Fort des échos positifs rencontrés auprès de la population lors de ses différents échanges, l’équipe de « Bollène, à gauche » avait pris soin de demander l’interdiction de circulation devant son local de campagne, ce mardi soir, à l’occasion de l’inauguration de ce lieu qui, depuis déjà plusieurs semaines, accueille débats et réflexions sur le programme municipal en cours d’élaboration. La salle s’est en effet avérée trop petite pour contenir la foule de sympathisants.

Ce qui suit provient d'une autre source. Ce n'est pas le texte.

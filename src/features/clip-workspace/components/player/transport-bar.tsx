import type { ReactNode } from 'react';
import { ChevronLeft, ChevronRight, Pause, Play } from 'lucide-react';
import { cn } from '@/lib/format';
import { formatClipTime, frameStartMs } from '../../lib/frame-time';
import { PLAYBACK_RATES, useStage, useStageClock, useStageFrame } from '../stage/stage-context';
import { KeyboardHelp } from './keyboard-help';

function IconButton({
  label,
  onClick,
  children,
  disabled,
  primary,
}: {
  label: string;
  onClick(): void;
  children: ReactNode;
  disabled?: boolean;
  primary?: boolean;
}) {
  return (
    <button
      type="button"
      aria-label={label}
      title={label}
      onClick={onClick}
      disabled={disabled}
      className={cn(
        'inline-flex h-9 w-9 items-center justify-center rounded-md transition-colors focus-visible:outline-2 focus-visible:outline-offset-2 focus-visible:outline-glacier-500 disabled:opacity-50',
        primary
          ? 'bg-glacier-700 text-white hover:bg-glacier-800'
          : 'border border-granite-200 bg-white text-granite-800 hover:border-glacier-300 hover:bg-glacier-50',
      )}
    >
      {children}
    </button>
  );
}

interface TransportBarProps {
  helpOpen: boolean;
  onHelpOpenChange(open: boolean): void;
  /** Extra controls at the end of the bar (export menu). */
  extra?: ReactNode;
}

/** Play/pause, exact frame steps, speed, the frame clock and zoom. */
export function TransportBar({ helpOpen, onHelpOpenChange, extra }: TransportBarProps) {
  const ws = useStage();
  const { frameCount } = ws;
  const playing = useStageClock((s) => s.playing);
  const playbackRate = useStageClock((s) => s.playbackRate);
  const atStart = useStageClock((s) => s.frame <= 0);
  const atEnd = useStageClock((s) => s.frame >= frameCount - 1);

  return (
    <div className="flex flex-wrap items-center gap-x-4 gap-y-2">
      <div className="flex items-center gap-1.5">
        <IconButton label="Previous frame" onClick={() => ws.stepFrames(-1)} disabled={atStart}>
          <ChevronLeft aria-hidden="true" className="h-5 w-5" />
        </IconButton>
        {playing ? (
          <IconButton label="Pause" onClick={ws.pause} primary>
            <Pause aria-hidden="true" className="h-5 w-5" />
          </IconButton>
        ) : (
          <IconButton label="Play" onClick={ws.play} primary>
            <Play aria-hidden="true" className="h-5 w-5" />
          </IconButton>
        )}
        <IconButton label="Next frame" onClick={() => ws.stepFrames(1)} disabled={atEnd}>
          <ChevronRight aria-hidden="true" className="h-5 w-5" />
        </IconButton>
      </div>

      <div
        role="group"
        aria-label="Playback speed"
        className="flex rounded-md border border-granite-200 bg-white p-0.5"
      >
        {PLAYBACK_RATES.map((rate) => (
          <button
            key={rate}
            type="button"
            aria-pressed={playbackRate === rate}
            onClick={() => ws.setPlaybackRate(rate)}
            className={cn(
              'rounded px-2 py-1 font-mono text-xs tabular-nums',
              playbackRate === rate ? 'bg-glacier-700 text-white' : 'text-granite-600 hover:bg-glacier-50',
            )}
          >
            {rate}×
          </button>
        ))}
      </div>

      <FrameClock />

      <div className="ml-auto flex items-center gap-1.5">
        <KeyboardHelp open={helpOpen} onOpenChange={onHelpOpenChange} />
        {extra}
      </div>
    </div>
  );
}

/** Frame number and clip time of the frame on screen: the one part of the bar that changes per frame. */
function FrameClock() {
  const { frameCount, fps } = useStage();
  const currentFrame = useStageFrame();
  return (
    <p className="font-mono text-sm text-granite-800 tabular-nums" aria-live="off">
      <span className="text-granite-400">frame </span>
      <span data-testid="current-frame">{currentFrame}</span>
      <span className="text-granite-400"> / {frameCount - 1}</span>
      <span className="mx-2 text-granite-200">|</span>
      <span data-testid="current-time">{formatClipTime(frameStartMs(currentFrame, fps))}</span>
      <span className="ml-2 text-xs text-granite-400">{Number(fps.toFixed(3))} fps</span>
    </p>
  );
}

C’est un Bollénois de fraîche date et encore plus récemment père de famille, Théo Falques, qui prenait la parole en premier afin d’expliquer son engagement sur la liste. Pour ce professeur, membre de la France insoumise, Bollène est une ville très bien située et dotée d’un fort potentiel, mais plombée par une urbanisation trop éparpillée où la place de la voiture est trop importante. Il souhaite développer en priorité les déplacements doux. Autre colistière jeune maman et bollénoise de toujours, Reine Bougrine, appuie sur la jeunesse, se rappelant avoir bénéficié de centres de vacances aujourd’hui fermés. Enfin, Patricia Ramière Baumann, membre de l’Anacr et jeune retraitée, plaide pour apaiser les relations entre les élus, la direction et le personnel communal, afin de redonner tout son sens à ce service public.
Déjà candidat en 2020 (10,5%), Daniel Barrière (PCF) s’est placé comme le candidat de la gauche, alors que le maire-candidat sortant Anthony Zilio (SE) en était issu en 2020 et mène une majorité très diverse. Plus de justice sociale, de paix, d’écologie, de culture, et d’actions envers la jeunesse ont été les orientations énoncées par Daniel Barrière.